» **Required action**: Return all the lines below in which the string "PERCENT" appears.
### The data ###
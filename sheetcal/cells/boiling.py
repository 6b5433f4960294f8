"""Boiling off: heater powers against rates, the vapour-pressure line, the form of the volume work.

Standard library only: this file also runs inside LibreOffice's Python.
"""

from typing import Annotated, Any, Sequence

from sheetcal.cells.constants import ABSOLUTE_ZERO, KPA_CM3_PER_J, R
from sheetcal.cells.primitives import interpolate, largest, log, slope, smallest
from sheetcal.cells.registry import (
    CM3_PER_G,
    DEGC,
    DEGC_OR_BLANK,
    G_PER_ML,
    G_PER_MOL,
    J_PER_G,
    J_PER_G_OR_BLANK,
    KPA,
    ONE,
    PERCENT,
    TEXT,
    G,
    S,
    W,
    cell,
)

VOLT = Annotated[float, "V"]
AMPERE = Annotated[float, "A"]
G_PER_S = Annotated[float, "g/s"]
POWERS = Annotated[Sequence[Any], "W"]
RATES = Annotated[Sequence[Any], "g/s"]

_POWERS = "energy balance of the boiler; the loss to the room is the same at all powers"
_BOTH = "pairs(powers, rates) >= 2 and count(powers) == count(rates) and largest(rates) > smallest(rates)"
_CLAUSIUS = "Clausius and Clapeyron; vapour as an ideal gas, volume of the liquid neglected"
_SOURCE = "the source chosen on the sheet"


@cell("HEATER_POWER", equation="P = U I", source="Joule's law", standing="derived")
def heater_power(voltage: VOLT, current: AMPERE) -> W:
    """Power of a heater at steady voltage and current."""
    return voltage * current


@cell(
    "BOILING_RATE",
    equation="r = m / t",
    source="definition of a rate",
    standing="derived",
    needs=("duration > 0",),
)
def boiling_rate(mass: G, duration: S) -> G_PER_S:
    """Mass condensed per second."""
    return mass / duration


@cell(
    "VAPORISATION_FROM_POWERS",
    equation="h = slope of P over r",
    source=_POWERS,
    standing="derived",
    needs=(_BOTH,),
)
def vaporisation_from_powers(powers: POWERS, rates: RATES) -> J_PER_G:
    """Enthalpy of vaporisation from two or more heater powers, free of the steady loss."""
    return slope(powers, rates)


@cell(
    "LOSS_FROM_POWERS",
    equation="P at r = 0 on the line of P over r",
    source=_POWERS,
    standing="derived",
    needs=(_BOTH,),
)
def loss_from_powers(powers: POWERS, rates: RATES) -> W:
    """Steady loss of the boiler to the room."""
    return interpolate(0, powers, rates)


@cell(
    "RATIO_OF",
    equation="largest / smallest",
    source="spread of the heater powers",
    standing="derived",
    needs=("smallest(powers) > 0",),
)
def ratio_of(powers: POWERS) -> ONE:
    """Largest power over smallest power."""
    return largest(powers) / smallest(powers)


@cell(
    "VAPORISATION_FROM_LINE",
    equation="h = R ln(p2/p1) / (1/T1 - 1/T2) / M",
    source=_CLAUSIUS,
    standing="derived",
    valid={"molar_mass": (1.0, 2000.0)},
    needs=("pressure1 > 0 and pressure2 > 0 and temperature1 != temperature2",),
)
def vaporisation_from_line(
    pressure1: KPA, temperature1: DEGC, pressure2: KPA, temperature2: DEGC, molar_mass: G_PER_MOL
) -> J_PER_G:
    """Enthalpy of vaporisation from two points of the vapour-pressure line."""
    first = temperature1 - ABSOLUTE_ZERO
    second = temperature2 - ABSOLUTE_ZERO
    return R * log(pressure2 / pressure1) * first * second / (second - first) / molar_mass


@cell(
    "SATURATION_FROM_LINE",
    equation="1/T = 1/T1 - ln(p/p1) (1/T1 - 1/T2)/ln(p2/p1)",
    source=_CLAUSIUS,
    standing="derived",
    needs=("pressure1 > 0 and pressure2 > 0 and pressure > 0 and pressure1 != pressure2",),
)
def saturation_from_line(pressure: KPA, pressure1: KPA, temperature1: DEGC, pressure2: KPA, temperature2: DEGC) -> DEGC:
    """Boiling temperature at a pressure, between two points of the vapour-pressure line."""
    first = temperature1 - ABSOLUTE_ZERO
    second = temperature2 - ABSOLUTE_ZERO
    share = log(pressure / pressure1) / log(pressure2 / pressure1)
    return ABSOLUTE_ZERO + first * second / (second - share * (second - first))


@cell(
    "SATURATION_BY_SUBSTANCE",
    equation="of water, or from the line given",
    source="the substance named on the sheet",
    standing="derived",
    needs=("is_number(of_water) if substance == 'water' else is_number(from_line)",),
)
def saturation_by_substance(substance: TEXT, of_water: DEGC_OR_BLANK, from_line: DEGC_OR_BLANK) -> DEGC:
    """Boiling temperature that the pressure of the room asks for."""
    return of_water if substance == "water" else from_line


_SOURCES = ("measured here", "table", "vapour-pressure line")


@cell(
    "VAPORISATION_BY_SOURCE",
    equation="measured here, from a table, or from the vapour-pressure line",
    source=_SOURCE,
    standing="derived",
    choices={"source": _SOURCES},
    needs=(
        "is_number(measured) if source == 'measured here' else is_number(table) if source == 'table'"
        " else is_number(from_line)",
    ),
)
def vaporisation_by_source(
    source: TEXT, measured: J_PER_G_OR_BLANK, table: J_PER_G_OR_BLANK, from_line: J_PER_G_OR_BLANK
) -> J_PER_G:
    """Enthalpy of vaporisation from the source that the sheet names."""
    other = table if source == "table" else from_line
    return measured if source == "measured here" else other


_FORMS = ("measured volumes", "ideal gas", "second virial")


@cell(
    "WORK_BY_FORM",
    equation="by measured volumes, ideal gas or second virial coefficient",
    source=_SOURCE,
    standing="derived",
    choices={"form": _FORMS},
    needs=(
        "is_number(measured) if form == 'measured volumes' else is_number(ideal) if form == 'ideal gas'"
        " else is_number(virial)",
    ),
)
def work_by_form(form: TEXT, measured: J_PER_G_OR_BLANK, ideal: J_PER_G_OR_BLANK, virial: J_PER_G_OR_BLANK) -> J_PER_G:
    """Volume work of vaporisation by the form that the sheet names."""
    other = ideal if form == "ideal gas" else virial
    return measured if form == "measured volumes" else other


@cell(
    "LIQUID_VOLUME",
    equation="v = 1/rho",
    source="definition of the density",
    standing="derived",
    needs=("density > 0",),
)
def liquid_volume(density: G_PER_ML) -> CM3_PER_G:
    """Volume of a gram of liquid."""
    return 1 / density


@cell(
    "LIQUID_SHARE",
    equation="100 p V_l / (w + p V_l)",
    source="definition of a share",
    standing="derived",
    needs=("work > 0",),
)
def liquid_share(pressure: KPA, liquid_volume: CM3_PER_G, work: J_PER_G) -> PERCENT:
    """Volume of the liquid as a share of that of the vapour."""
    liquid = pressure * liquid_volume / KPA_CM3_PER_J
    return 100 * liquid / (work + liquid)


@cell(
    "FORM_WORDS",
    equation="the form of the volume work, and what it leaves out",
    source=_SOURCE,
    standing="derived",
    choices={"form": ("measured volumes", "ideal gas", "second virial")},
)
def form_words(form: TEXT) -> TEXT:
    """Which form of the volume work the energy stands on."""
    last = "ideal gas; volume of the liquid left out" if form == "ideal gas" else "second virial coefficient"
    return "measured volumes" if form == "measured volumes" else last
###
» **Response**:
    PERCENT,
def liquid_share(pressure: KPA, liquid_volume: CM3_PER_G, work: J_PER_G) -> PERCENT:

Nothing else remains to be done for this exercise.